(What the task requires): In your answer, reproduce exactly the lines from the beginning of the listing below through the one containing "pub fn keep(&mut", and only those lines.

-=-=-=-=-

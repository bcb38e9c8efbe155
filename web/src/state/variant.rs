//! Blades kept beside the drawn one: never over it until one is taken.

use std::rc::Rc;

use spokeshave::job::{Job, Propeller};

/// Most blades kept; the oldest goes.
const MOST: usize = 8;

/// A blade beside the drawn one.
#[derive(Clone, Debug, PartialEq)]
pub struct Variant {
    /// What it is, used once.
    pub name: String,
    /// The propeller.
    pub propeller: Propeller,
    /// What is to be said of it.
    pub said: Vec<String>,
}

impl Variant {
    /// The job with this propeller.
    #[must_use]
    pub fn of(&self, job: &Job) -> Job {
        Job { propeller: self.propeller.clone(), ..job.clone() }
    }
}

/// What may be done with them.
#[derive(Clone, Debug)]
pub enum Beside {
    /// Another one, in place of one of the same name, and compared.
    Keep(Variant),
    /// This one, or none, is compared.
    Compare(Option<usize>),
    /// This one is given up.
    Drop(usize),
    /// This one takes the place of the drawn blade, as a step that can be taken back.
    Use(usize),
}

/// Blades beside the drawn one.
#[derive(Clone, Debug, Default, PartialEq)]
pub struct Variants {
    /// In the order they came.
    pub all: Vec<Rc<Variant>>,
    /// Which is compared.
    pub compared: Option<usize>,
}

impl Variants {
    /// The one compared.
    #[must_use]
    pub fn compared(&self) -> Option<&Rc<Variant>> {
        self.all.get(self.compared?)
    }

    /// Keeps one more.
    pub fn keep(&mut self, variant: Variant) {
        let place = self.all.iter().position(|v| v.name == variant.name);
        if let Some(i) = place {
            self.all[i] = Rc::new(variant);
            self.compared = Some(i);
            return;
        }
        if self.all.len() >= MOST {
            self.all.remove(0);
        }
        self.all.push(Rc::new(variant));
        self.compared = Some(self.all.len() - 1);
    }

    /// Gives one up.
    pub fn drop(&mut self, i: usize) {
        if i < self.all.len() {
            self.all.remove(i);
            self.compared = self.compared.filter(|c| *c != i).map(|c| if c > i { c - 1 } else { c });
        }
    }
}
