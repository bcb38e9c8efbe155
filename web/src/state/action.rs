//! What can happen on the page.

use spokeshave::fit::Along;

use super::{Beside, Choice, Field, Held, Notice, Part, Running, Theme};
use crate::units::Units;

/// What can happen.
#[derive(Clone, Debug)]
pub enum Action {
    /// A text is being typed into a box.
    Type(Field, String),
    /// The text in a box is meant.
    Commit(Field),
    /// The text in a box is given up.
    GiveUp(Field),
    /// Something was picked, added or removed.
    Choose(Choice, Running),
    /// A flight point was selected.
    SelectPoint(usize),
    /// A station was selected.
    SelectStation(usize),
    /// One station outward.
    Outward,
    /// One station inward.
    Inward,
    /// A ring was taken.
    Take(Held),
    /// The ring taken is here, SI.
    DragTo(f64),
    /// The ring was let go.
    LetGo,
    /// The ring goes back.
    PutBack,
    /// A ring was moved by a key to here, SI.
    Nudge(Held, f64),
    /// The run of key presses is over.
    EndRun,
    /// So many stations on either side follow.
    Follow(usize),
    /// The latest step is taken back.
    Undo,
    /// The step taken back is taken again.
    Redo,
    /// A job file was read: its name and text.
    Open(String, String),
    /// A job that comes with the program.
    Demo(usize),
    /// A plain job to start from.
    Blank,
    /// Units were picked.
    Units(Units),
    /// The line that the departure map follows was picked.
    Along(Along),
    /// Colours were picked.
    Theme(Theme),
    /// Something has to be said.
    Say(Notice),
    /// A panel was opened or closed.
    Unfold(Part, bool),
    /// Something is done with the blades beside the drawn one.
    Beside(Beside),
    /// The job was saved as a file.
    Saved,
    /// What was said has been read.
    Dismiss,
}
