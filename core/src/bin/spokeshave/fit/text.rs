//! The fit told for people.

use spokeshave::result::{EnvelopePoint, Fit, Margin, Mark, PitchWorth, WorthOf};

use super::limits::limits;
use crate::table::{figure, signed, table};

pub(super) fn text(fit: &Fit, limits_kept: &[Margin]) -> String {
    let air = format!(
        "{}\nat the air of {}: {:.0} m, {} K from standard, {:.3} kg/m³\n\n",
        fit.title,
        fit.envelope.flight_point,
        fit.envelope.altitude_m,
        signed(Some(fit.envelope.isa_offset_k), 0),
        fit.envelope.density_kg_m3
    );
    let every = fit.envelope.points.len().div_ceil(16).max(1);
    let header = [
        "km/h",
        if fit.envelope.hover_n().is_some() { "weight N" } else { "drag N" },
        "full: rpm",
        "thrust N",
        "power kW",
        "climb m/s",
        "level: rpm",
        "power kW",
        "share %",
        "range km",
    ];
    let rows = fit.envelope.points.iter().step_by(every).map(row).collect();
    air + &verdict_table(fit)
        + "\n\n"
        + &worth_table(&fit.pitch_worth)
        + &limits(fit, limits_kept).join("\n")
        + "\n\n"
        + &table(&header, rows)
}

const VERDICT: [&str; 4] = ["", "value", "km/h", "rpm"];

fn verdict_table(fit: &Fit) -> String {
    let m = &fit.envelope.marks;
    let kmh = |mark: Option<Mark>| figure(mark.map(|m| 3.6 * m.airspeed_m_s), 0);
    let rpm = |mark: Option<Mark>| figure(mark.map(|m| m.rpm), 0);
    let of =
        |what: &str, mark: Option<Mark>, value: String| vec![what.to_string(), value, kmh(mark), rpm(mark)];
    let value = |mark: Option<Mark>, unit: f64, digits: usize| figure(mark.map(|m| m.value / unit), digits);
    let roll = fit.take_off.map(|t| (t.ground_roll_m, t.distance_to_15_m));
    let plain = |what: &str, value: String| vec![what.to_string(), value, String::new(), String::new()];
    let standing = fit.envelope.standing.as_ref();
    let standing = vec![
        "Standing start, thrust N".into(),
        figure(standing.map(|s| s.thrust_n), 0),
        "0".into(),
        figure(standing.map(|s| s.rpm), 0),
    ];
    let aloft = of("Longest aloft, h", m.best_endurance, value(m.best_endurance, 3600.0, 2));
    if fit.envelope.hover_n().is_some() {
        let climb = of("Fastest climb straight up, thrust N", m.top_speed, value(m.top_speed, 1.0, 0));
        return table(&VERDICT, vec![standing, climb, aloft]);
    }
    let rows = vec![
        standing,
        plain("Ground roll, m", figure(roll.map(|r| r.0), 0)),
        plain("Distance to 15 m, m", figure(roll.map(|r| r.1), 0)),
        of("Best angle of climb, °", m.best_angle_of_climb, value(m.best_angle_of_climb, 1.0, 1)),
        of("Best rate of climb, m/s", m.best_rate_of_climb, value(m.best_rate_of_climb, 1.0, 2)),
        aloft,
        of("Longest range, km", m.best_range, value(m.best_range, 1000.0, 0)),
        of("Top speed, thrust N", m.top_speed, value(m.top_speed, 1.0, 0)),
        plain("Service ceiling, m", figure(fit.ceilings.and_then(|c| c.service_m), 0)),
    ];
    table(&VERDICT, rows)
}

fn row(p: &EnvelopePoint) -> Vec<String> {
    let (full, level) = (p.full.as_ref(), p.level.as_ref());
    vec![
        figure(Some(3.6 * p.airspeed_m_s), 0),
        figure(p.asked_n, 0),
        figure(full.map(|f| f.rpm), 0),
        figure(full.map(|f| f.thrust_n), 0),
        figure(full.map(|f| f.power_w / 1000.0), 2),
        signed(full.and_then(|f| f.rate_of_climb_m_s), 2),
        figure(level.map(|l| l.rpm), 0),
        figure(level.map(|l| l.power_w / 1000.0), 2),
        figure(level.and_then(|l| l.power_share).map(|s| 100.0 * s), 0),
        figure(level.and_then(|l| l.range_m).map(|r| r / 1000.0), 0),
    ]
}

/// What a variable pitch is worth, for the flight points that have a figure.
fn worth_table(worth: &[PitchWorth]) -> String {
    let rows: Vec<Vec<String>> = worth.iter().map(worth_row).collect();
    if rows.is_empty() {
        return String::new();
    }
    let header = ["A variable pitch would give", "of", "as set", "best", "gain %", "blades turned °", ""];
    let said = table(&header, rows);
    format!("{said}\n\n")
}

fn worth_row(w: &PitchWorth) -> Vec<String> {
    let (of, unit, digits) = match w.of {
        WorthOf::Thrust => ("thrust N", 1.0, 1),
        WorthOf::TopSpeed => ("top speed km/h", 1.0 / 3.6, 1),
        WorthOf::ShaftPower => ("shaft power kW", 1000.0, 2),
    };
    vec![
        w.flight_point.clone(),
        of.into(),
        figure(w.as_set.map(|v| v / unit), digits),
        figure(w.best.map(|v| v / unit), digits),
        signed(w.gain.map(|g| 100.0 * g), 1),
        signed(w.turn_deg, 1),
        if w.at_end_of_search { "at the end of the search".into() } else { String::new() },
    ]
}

-=-=-=-=-

(Response area):
repository bcb38e9c8efbe155
filename web/src/state/variant.rs
//! Blades kept beside the drawn one: never over it until one is taken.

use std::rc::Rc;

use spokeshave::job::{Job, Propeller};

/// Most blades kept; the oldest goes.
const MOST: usize = 8;

/// A blade beside the drawn one.
#[derive(Clone, Debug, PartialEq)]
pub struct Variant {
    /// What it is, used once.
    pub name: String,
    /// The propeller.
    pub propeller: Propeller,
    /// What is to be said of it.
    pub said: Vec<String>,
}

impl Variant {
    /// The job with this propeller.
    #[must_use]
    pub fn of(&self, job: &Job) -> Job {
        Job { propeller: self.propeller.clone(), ..job.clone() }
    }
}

/// What may be done with them.
#[derive(Clone, Debug)]
pub enum Beside {
    /// Another one, in place of one of the same name, and compared.
    Keep(Variant),
    /// This one, or none, is compared.
    Compare(Option<usize>),
    /// This one is given up.
    Drop(usize),
    /// This one takes the place of the drawn blade, as a step that can be taken back.
    Use(usize),
}

/// Blades beside the drawn one.
#[derive(Clone, Debug, Default, PartialEq)]
pub struct Variants {
    /// In the order they came.
    pub all: Vec<Rc<Variant>>,
    /// Which is compared.
    pub compared: Option<usize>,
}

impl Variants {
    /// The one compared.
    #[must_use]
    pub fn compared(&self) -> Option<&Rc<Variant>> {
        self.all.get(self.compared?)
    }

    /// Keeps one more.
    pub fn keep(&mut self, variant: Variant) {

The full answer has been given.